INSEGURANÇA NO EQUADOR

Recrutamento de menores expõe falhas sociais na crise de segurança do Equador

Especialistas ouvidos pela Sputnik apontam vulnerabilidade social, evasão escolar e limites do endurecimento penal como fatores centrais do problema

Por Sputnik Brasil Publicado em 24/06/2026 às 02:24
Especialistas analisam recrutamento de menores por grupos criminosos no Equador © Foto / Polícia do Equador

O ataque armado no aeroporto de Guayaquil, no Equador, envolvendo dois adolescentes de 14 e 15 anos contra Carlos Alberto Suástegui Villanueva, conhecido como “Cachete” e apontado como chefe da organização criminosa Los Águilas, provocou comoção nacional.

A utilização de crianças e adolescentes por organizações criminosas e o endurecimento das penas, segundo especialistas ouvidos pela Sputnik, têm como raiz o fracasso do Estado em ações preventivas e sociais.

Para Nicolás Díaz Torres, advogado especialista em criminalidade complexa, a cena no aeroporto, onde os adolescentes usaram bichos de pelúcia e flores para esconder armas, evidencia a falência do sistema.

“Quando em um país, em uma sociedade, temos crianças e adolescentes sicários, o Estado nos falhou. E o Estado não falhou apenas com essas crianças e adolescentes: falhou com todos nós como sociedade”, afirmou à Sputnik.

O advogado penalista e docente Fernando José Yumi Hurtado destacou que organizações criminosas aperfeiçoaram suas formas de atuação ao explorar a extrema vulnerabilidade de menores de idade.

“Eles sabem identificar algo que talvez tenha custado muito ao Estado: as falhas sociais e estruturais, para poder tirar proveito disso. Recrutam as pessoas mais vulneráveis, mais maleáveis, aquelas crianças de baixa renda, que não têm um lar, que não têm família, que não têm um referencial.”

Segundo Yumi, há um treinamento sistemático. Essas organizações, de acordo com o especialista, não apenas recrutam crianças, mas também as treinam e profissionalizam para a prática de crimes.

Para ele, os grupos retiram a humanidade e a inocência desses menores com o objetivo de usá-los em benefício da organização.

“Eles souberam identificar essas lacunas estruturais e essa forma de evitar certo tipo de responsabilidades e obter uma mão de obra barata, maleável, e os altos escalões, os que dão as ordens, são os que realmente se beneficiam dessas situações, para não se exporem a nenhum tipo de responsabilidade penal”, explicou Yumi Hurtado.

Medidas preventivas ou reativas?

Um estudo publicado em 2025 pelo Observatório equatoriano do crime organizado entrevistou 3 mil crianças e jovens de nove cidades costeiras do país.

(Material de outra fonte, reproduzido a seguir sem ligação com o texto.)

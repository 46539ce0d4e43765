"""How are the tests run? Which of them are skipped where, and how hypothesis searches."""

import os
import sys

import hypothesis
import pytest

hypothesis.settings.register_profile("default", deadline=None, max_examples=60, database=None)
hypothesis.settings.register_profile("ci", deadline=None, max_examples=60, database=None, derandomize=True)
hypothesis.settings.load_profile("ci" if os.environ.get("CI") else "default")


def pytest_configure(config: pytest.Config) -> None:
    config.addinivalue_line("markers", "cpython_only: needs a package or a process that Pyodide does not have")


def pytest_collection_modifyitems(items: list[pytest.Item]) -> None:
    if sys.platform != "emscripten":
        return
    for item in items:
        if item.get_closest_marker("cpython_only"):
            item.add_marker(pytest.mark.skip(reason="needs a package or a process that Pyodide does not have"))
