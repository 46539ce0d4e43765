"""Is the worst that is found really the worst of the box? (Rule J15.)

Loads by the sign of their influence are compared with every one of the 2^n choices of their ends; lengths and positions
with dense sampling of their ranges and with closed forms (P a (L - a) / L under a point load, P L / 4 at mid-span).
"""

import itertools
import random
from dataclasses import replace
from typing import Any

import numpy as np
import pytest
from hypothesis import given, settings
from hypothesis import strategies as st
from records import (
    HOG,
    SAG,
    SHEAR,
    at,
    beam,
    entry,
    everywhere,
    generous,
    load,
    one,
    point,
    q,
    sheet,
    strip,
)

from pysolver.check import Result, run_check
from pysolver.loads import AppliedMoment, LineLoad, Load, PointLoad
from pysolver.outcome import SEARCH_MARGIN
from pysolver.statics import extremes, solve

P, SPAN = 14.0, 6.0  # kN, m


def pallets(count: int, best: str, low: str, high: str, limit: str = "900 kNm") -> dict[str, Any]:
    """Pallets of 14 kN, each somewhere between low and high of a span of 6 m; they may stand at one place."""
    loads = [everywhere("floor", "0 kN/m"), *(point(f"p{i}", "14 kN", at(q(best, low=low, high=high))) for i in range(count))]
    return beam(["6.00 m"], loads=loads, limits=[sheet(entry(SAG, limit), entry(SHEAR, "900 kN"))])


def largest(count: int, low: float, high: float) -> float:
    """kN·m: all pallets at the place in the range that is nearest to mid-span."""
    a = min(max(SPAN / 2, low), high)
    return count * P * a * (SPAN - a) / SPAN


# --- lengths and positions ----------------------------------------------------------------------------------------


@pytest.mark.parametrize("best", ["2.00 m", "2.30 m", "3.00 m", "4.00 m"])
def test_J15_a_pallet_between_two_corners_is_never_judged_at_the_corners_alone(best: str) -> None:
    """Both corners 14 x 2 x 4 / 6 = 18.67 kN·m; inside 14 x 6 / 4 = 21.0 kN·m."""
    for corner in ("2.00 m", "4.00 m"):
        assert one(run_check(pallets(1, corner, corner, corner)), SAG).ratio == pytest.approx(18.6667 / 900, rel=1e-5)
    found = one(run_check(pallets(1, best, "2.00 m", "4.00 m", "24 kNm")), SAG)
    assert found.high == pytest.approx(21.0 / 24, rel=1e-6)
    assert found.searched


@settings(max_examples=12)
@given(st.integers(1, 58), st.integers(1, 40))
def test_J15_a_pallet_anywhere_is_never_worse_than_the_bound(start: int, width: int) -> None:
    """Wherever the range lies on the span; 0.1 % is left to a search that says of itself that it is none but a search."""
    low, high = start / 10, min((start + width) / 10, 5.9)
    expected = largest(1, low, high) / 22.0
    found = one(run_check(pallets(1, f"{low:.1f} m", f"{low:.1f} m", f"{high:.1f} m", "22 kNm")), SAG).high
    assert found is not None
    assert expected * (1 - 1e-3) <= found <= expected * (1 + 1e-9)


@pytest.mark.parametrize(("count", "best", "low", "high"), [
    (2, 2.0, 2.0, 5.0), (2, 3.5, 2.0, 5.0), (3, 4.0, 1.0, 4.5), (4, 2.0, 2.0, 5.0), (5, 2.4, 2.0, 4.0),
])
def test_J15_several_pallets_are_never_worse_than_the_bound(count: int, best: float, low: float, high: float) -> None:
    """They are worst together at mid-span; moving one of them alone from any other place makes things look better."""
    limit = 0.994 * largest(count, low, high)
    result = run_check(pallets(count, f"{best:.2f} m", f"{low:.2f} m", f"{high:.2f} m", f"{limit:.4f} kNm"))
    assert result.outcome.word != "within"


@pytest.mark.parametrize(("low", "high"), [("5.90 m", "6.00 m"), ("3.00 m", "8.00 m")])
def test_J15_the_worst_of_the_box_is_never_better_than_the_best_estimate(low: str, high: str) -> None:
    """14 kN at 5.9 m of 6 (5 kN/m): V = 15 + 13.767 = 28.767 kN, and 29 kN with the load next to the support. The end of
    the range is over the support itself, where the load makes no shear: that place must not stand for the worst."""
    loads = [everywhere("floor", "5 kN/m"), point("stack", "14 kN", at(q("5.90 m", low=low, high=high)))]
    record = beam(["6.00 m"], loads=loads, limits=[sheet(entry(SAG, "900 kNm"), entry(SHEAR, "28.8 kN"))])
    result = run_check(record)
    shear = one(result, SHEAR)
    assert shear.ratio == pytest.approx((15 + 14 * 5.9 / 6) / 28.8, rel=1e-9)
    assert shear.high is not None
    assert shear.high >= shear.ratio
    assert result.outcome.word != "within"


def test_J15_no_uncertain_place_is_ever_left_at_its_best_estimate_in_a_bound() -> None:
    """Cantilever, nine loads of 1 kN each, seen at 1 m and perhaps as far out as 2 m: 18 kN·m with all at 2 m, against 17.6."""
    loads = [everywhere("floor", "0 kN/m"), *(point(f"p{i}", "1 kN", at(q("1 m", low="1 m", high="2 m"))) for i in range(9))]
    record = beam(["3.00 m"], kinds=["fixed", "free"], loads=loads,
                  limits=[sheet(entry(HOG, "17.6 kNm"), entry(SHEAR, "900 kN"))])
    assert run_check(record).outcome.word != "within"


def test_J15_a_record_whose_lengths_are_all_exact_is_never_a_crash() -> None:
    assert run_check(pallets(1, "3.00 m", "3.00 m", "3.00 m")).outcome.word == "within"


def test_J15_an_uncertain_bearing_is_never_left_out_because_spans_were_measured_centre_to_centre() -> None:
    """10 kN at the tip, 2 m beyond B; A bears on 100 to 600 mm: at its inner edge 10 x 2 / (4 - 0.3) = 5.405 kN pulls."""
    limits = [generous()]
    limits[0]["entries"].append(entry("hold_down", "100 kN", support=0))
    record = beam(["4.00 m"], kinds=["pinned", "bearing"], right="2.00 m", limits=limits,
                  loads=[everywhere("floor", "0 kN/m"), point("tip", "10 kN", "6.00 m")])
    record["supports"][0]["bearing"] = q("100 mm", low="100 mm", high="600 mm")
    assert one(run_check(record), "hold_down", "A").high == pytest.approx(10 * 2 / 3.7 / 100, rel=1e-6)


def uncertain() -> dict[str, Any]:
    """Two spans and an overhang with an uncertain place, an uncertain length of a load and an uncertain span."""
    record = beam(["5.00 m", "4.00 m"], right="1.20 m", kinds=["pinned", "pinned", "pinned"], limits=[generous()],
                  loads=[everywhere("floor", "2 kN/m"),
                         point("a", "20 kN", at(q("1.6 m", low="1.1 m", high="3.4 m")), removable=False),
                         strip("b", "6 kN/m", "5.50 m", q("1.4 m", low="1.0 m", high="2.2 m"), removable=False),
                         point("c", "5 kN", at("0.3 m", "right_end"), removable=False)])
    record["limits"][0]["entries"] += [entry("hold_down", "900 kN"), entry("reaction", "900 kN")]
    record["spans"][1]["length"] = q("4.00 m", low="3.90 m", high="4.15 m")
    return record


def test_J15_dense_sampling_never_exceeds_the_bound() -> None:
    """By no more than what the outcome allows a search to miss (2 %)."""
    result = run_check(uncertain())
    model = result.model
    assert model is not None
    low, high = (np.array([getattr(model.readings.measured[v], end) for v in model.variables]) for end in ("low", "high"))
    rng = np.random.default_rng(4)
    shares = np.concatenate([np.array(list(itertools.product([0.0, 0.5, 1.0], repeat=len(low)))), rng.random((60, len(low)))])
    worst = {SAG: 0.0, HOG: 0.0, SHEAR: 0.0}
    for layout in model.layouts(low + shares * (high - low), model.ways[0]):
        response = solve(layout.beam, layout.loads)
        top, bottom = extremes(response, "moment")
        found = {SAG: top.value, HOG: -bottom.value, SHEAR: max(abs(e.value) for e in extremes(response, "shear"))}
        worst = {kind: max(worst[kind], value) for kind, value in found.items()}
    for kind, value in worst.items():
        bound = one(result, kind).high
        assert bound is not None
        assert value <= bound * 900e3 / SEARCH_MARGIN


# --- loads by the sign of their influence -----------------------------------------------------------------------------


def random_record(rng: random.Random) -> dict[str, Any]:
    """A continuous beam of exact lengths under three to five uncertain sources of every form, held down everywhere."""
    spans = [f"{rng.randint(20, 60) / 10} m" for _ in range(rng.randint(1, 3))]
    whole = sum(float(s.split()[0]) for s in spans)
    overhang = rng.choice([None, "1.50 m"])
    loads = [everywhere("floor", q("3 kN/m", low="2 kN/m", high="5 kN/m"))]
    for i in range(rng.randint(2, 4)):
        place = at(f"{rng.randint(1, int(whole * 10) - 11) / 10:.1f} m", edge=True)
        least, best, most = sorted(rng.randint(1, 30) for _ in range(3))
        form, unit = rng.choice([("point", "kN"), ("line", "kN/m"), ("moment", "kNm")])
        loads.append(load(f"l{i}", form, q(f"{best} {unit}", low=f"{least} {unit}", high=f"{most} {unit}"), "stored",
                          position=place,
                          length=q("1.00 m"), removable=False))
    made = beam(spans, kinds=["pinned"] * (len(spans) + 1), right=overhang, loads=loads, limits=[generous()])
    made["limits"][0]["entries"] += [entry("hold_down", "900 kN"), entry("reaction", "900 kN")]
    return made


def scaled(loads: tuple[Load, ...], share: dict[str, float]) -> list[Load]:
    made: list[Load] = []
    for one_ in loads:
        f = share[one_.source]
        if isinstance(one_, LineLoad):
            made.append(replace(one_, start_intensity=one_.start_intensity * f, end_intensity=one_.end_intensity * f))
        elif isinstance(one_, PointLoad):
            made.append(replace(one_, force=one_.force * f))
        else:
            assert isinstance(one_, AppliedMoment)
            made.append(replace(one_, moment=one_.moment * f))
    return made


def enumerated(result: Result) -> dict[str, float]:
    """The worst of all 2^n choices of the ends of the sources' ranges, each solved as a whole (N, N·m)."""
    assert result.model is not None
    assert result.governed is not None
    layout = result.governed.best.layouts[0]
    ends = [(s.low, s.high) for s in result.model.sources]
    worst: dict[str, float] = dict.fromkeys((SAG, HOG, SHEAR), 0.0)
    for choice in itertools.product(*ends):
        share = {s.name: f for s, f in zip(result.model.sources, choice, strict=True)}
        response = solve(layout.beam, scaled(layout.loads, share))
        top, bottom = extremes(response, "moment")
        found = {SAG: top.value, HOG: -bottom.value, SHEAR: max(abs(e.value) for e in extremes(response, "shear"))}
        for j, name in enumerate(s["name"] for s in result.record["supports"]):
            found[f"reaction {name}"] = float(response.reactions[j])
            found[f"hold_down {name}"] = -float(response.reactions[j])
        worst = {k: max(worst.get(k, 0.0), v) for k, v in found.items()}
    return worst


@pytest.mark.parametrize("seed", range(10))
def test_J15_loads_by_the_sign_of_their_influence_are_never_less_or_more_than_the_worst_of_all_choices(seed: int) -> None:
    result = run_check(random_record(random.Random(seed)))
    assert not result.errors
    worst = enumerated(result)
    scale = max(worst.values())
    for kind in (SAG, HOG, SHEAR):
        assert one(result, kind).worst == pytest.approx(worst[kind] * np.sign(one(result, kind).worst or 1.0), abs=1e-9 * scale)
    for support in result.record["supports"]:
        for kind in ("reaction", "hold_down"):
            found = one(result, kind, support["name"]).high
            assert found is not None
            assert found * 900e3 == pytest.approx(worst[f"{kind} {support['name']}"], abs=1e-9 * scale)
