"""Do numbers travel unchanged, and is every change of input or number noticed when a record is opened elsewhere?"""

import copy
import json
import math
from typing import Any

import pytest
from records import SAG, SHEAR, entry, q, sheet, simple, two_spans

from pysolver.check import run_check
from pysolver.demo import demo
from pysolver.errors import InputError
from pysolver.link import decode, encode
from pysolver.record import blank
from pysolver.recorded import carried, differences, opened, short


def travelled(record: dict[str, Any]) -> dict[str, Any]:
    return decode(encode(short(carried(record))))


@pytest.mark.parametrize("record", [demo(), simple(), two_spans(), blank()])
def test_numbers_agree_after_a_journey_as_link(record: dict[str, Any]) -> None:
    told = opened(travelled(record))
    assert told["agreement"]["equal"] is True
    assert told["agreement"]["differs"] == []
    assert told["record"] == record


def test_numbers_agree_after_a_journey_as_file() -> None:
    told = opened(json.loads(json.dumps(carried(two_spans()), allow_nan=False)))
    assert told["agreement"]["equal"] is True


def test_the_numbers_that_travel_are_those_of_the_hand_calculation() -> None:
    """M = 43.5 kN·m and R = 22 kN of the base record (records.py); ratio 0.435 of 100 kN·m."""
    numbers = travelled(simple())["numbers"]
    assert numbers["moment N·m:largest"] == pytest.approx(43500, rel=1e-9)
    assert numbers["reaction N:1A"] == numbers["reaction N:2B"] == pytest.approx(22000, rel=1e-9)
    assert numbers["ratio:1 Bending, sagging"] == pytest.approx(0.435, rel=1e-9)


def test_a_value_beside_its_text_travels_in_a_file_and_not_in_a_link() -> None:
    assert carried(simple())["record"]["spans"][0]["length"]["value"] == 6.0
    assert "value" not in travelled(simple())["record"]["spans"][0]["length"]


@pytest.mark.parametrize("change", [
    lambda r: r["loads"][1]["magnitude"].update(text="14.1 kN"),
    lambda r: r["loads"][1]["position"]["distance"].update(text="3.01 m"),
    lambda r: r["spans"][0]["length"].update(text="6.001 m"),
    lambda r: r["limits"][0]["entries"][0]["value"].update(text="101 kNm"),
    lambda r: r["limits"][0].update(kind=None),
    lambda r: r["condition"]["distress"].update(ends="something"),
    lambda r: r["loads"].pop(1),
    lambda r: r["loads"][1].update(magnitude=q("14 kN", "counted")),
    lambda r: r["limits"][0]["entries"].append(entry("reaction", "100 kN")),
])
def test_a_changed_input_is_noticed(change: Any) -> None:
    document = travelled(simple())
    change(document["record"])
    told = opened(document)
    assert told["agreement"]["equal"] is False
    assert told["agreement"]["differs"]
    assert "differ" in told["agreement"]["shown"]


@pytest.mark.parametrize("share", [1e-6, -1e-7, 3e-9])
def test_a_changed_number_is_noticed(share: float) -> None:
    document = travelled(simple())
    document["numbers"]["moment N·m:largest"] *= 1 + share
    told = opened(document)
    assert [d["name"] for d in told["agreement"]["differs"]] == ["moment N·m:largest"]


def test_a_number_too_many_or_too_few_is_noticed() -> None:
    for change in (lambda n: n.pop("reaction N:1A"), lambda n: n.update({"reaction N:Z": 1.0}), lambda n: n.clear()):
        document = travelled(simple())
        change(document["numbers"])
        assert opened(document)["agreement"]["equal"] is False


def test_a_changed_outcome_is_noticed() -> None:
    document = travelled(simple(limits=[sheet(entry(SAG, "40 kNm"), entry(SHEAR, "100 kN"))]))
    assert document["outcome"]["word"] == "over"
    document["outcome"]["word"] = "within"
    told = opened(document)
    assert told["agreement"]["differs"] == [{"name": "outcome", "recorded": "within", "now": "over"}]
    assert told["result"]["outcome"]["word"] == "over"


def test_what_is_shown_is_recomputed_and_never_the_recorded_outcome() -> None:
    document = travelled(simple())
    document["numbers"] = {"moment N·m:largest": 1.0}
    document["outcome"] = {"word": "clear", "title": "clear"}
    assert opened(document)["result"]["outcome"]["word"] == run_check(simple()).outcome.word == "within"


@pytest.mark.parametrize("wrong", [None, [], "numbers", 3, {"a": "1"}, {"a": None}, {"a": True}, {"a": [1.0]}, {"a": math.nan},
                                   {"a": math.inf}, {"a": -math.inf}, {"a": 10**400}, {"x" * 201: 1.0},
                                   {str(i): 1.0 for i in range(2001)}])
def test_numbers_that_are_none_are_refused(wrong: Any) -> None:
    document = copy.deepcopy(carried(simple()))
    document["numbers"] = wrong
    with pytest.raises(InputError) as caught:
        opened(document)
    assert caught.value.field == "/numbers"


@pytest.mark.parametrize("wrong", [None, [], {}, {"word": 3}, "within", {"word": ["within"]}])
def test_an_outcome_that_is_none_never_agrees(wrong: Any) -> None:
    document = carried(simple())
    document["outcome"] = wrong
    assert opened(document)["agreement"]["equal"] is False


@pytest.mark.parametrize("wrong", [None, [], "1", {"asfound": "x" * 10_000}, {str(i): "v" for i in range(999)}])
def test_versions_from_a_stranger_are_cut_short(wrong: Any) -> None:
    document = carried(simple())
    document["versions"] = wrong
    told = opened(document)
    assert len(json.dumps(told["recorded"]["versions"])) < 6000
    assert told["agreement"]["equal"] is True


def test_a_bare_record_is_opened_without_claiming_agreement() -> None:
    told = opened(simple())
    assert told["agreement"]["equal"] is None
    assert told["result"]["outcome"]["word"] == "within"


@pytest.mark.parametrize("record", [None, [], 3, {}, {"format": "other"}])
def test_a_carried_document_with_a_damaged_record_is_refused(record: Any) -> None:
    document = carried(simple())
    document["record"] = record
    with pytest.raises(InputError):
        opened(document)


def test_differences_are_measured_by_the_largest_of_their_kind() -> None:
    """1e-9 of 100 is 1e-7: a moment that should be 0 may be 5e-8 and not 2e-7; a shear of the same size may not help it."""
    kept = {"moment N·m:largest": 100.0, "moment N·m:smallest": 0.0, "shear N:largest": 1e9}
    assert differences(kept, {**kept, "moment N·m:smallest": 5e-8}) == []
    assert [d["name"] for d in differences(kept, {**kept, "moment N·m:smallest": 2e-7})] == ["moment N·m:smallest"]


def test_no_reaction_is_lost_because_two_supports_have_one_name() -> None:
    record = two_spans()
    record["supports"][2]["name"] = "A"
    try:
        numbers = carried(record)["numbers"]
    except InputError:
        return
    assert len([name for name in numbers if name.startswith("reaction N:")]) == 3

Conforme a análise, 8% dos entrevistados admitiram pertencer a um grupo criminoso, enquanto mais de 50% declararam conhecer a existência de gangues em seu território.

Diante desse cenário, o endurecimento das leis tem sido recorrente, o que é criticado por Díaz Torres.

“Endurecer penas, agravar delitos, não é medida preventiva, porque o direito penal não previne. O direito penal reage quando há um delito. As medidas preventivas são políticas econômicas, políticas sociais e políticas educacionais que até o momento não têm sido empregadas pelo Estado equatoriano”, afirmou.

Responsabilização

O desafio jurídico, segundo a matéria, é responsabilizar os líderes que levam menores a cometer delitos. O Código Penal do país já prevê punições para pessoas que usam violência física, abuso de autoridade, ameaças ou algum meio coercitivo de força para obrigar terceiros a cometer uma infração penal.

O artigo 42 determina que a pessoa que exerça cargo de comando em organização criminosa pode ser responsabilizada, mesmo sem comprovação de atos de intimidação.

Apesar dessas ferramentas legais, os especialistas concordam que a lei, isoladamente, não será suficiente se o Estado não recuperar os territórios perdidos. Como afirmou Díaz Torres, “o que realmente dissuade a prática de crimes é a aplicação da lei, não o seu endurecimento”.

Em meados de 2025, a Vice-Presidência da República anunciou a Estratégia emergente para a prevenção do recrutamento de crianças e adolescentes. A iniciativa detalha um cronograma para a construção de um plano de ação obrigatório voltado à prevenção e ao combate da vinculação de menores por grupos de crime organizado.

Díaz Torres ressaltou que a evasão escolar é um dos principais fatores que favorecem o recrutamento e defendeu uma reinserção urgente. Segundo o Ministério da Educação, em 2025, mais de 450 mil menores não frequentavam instituições de ensino.

Hurtado afirmou que a solução exige uma abordagem integral de longo prazo, distante de medidas pontuais ou de governos específicos.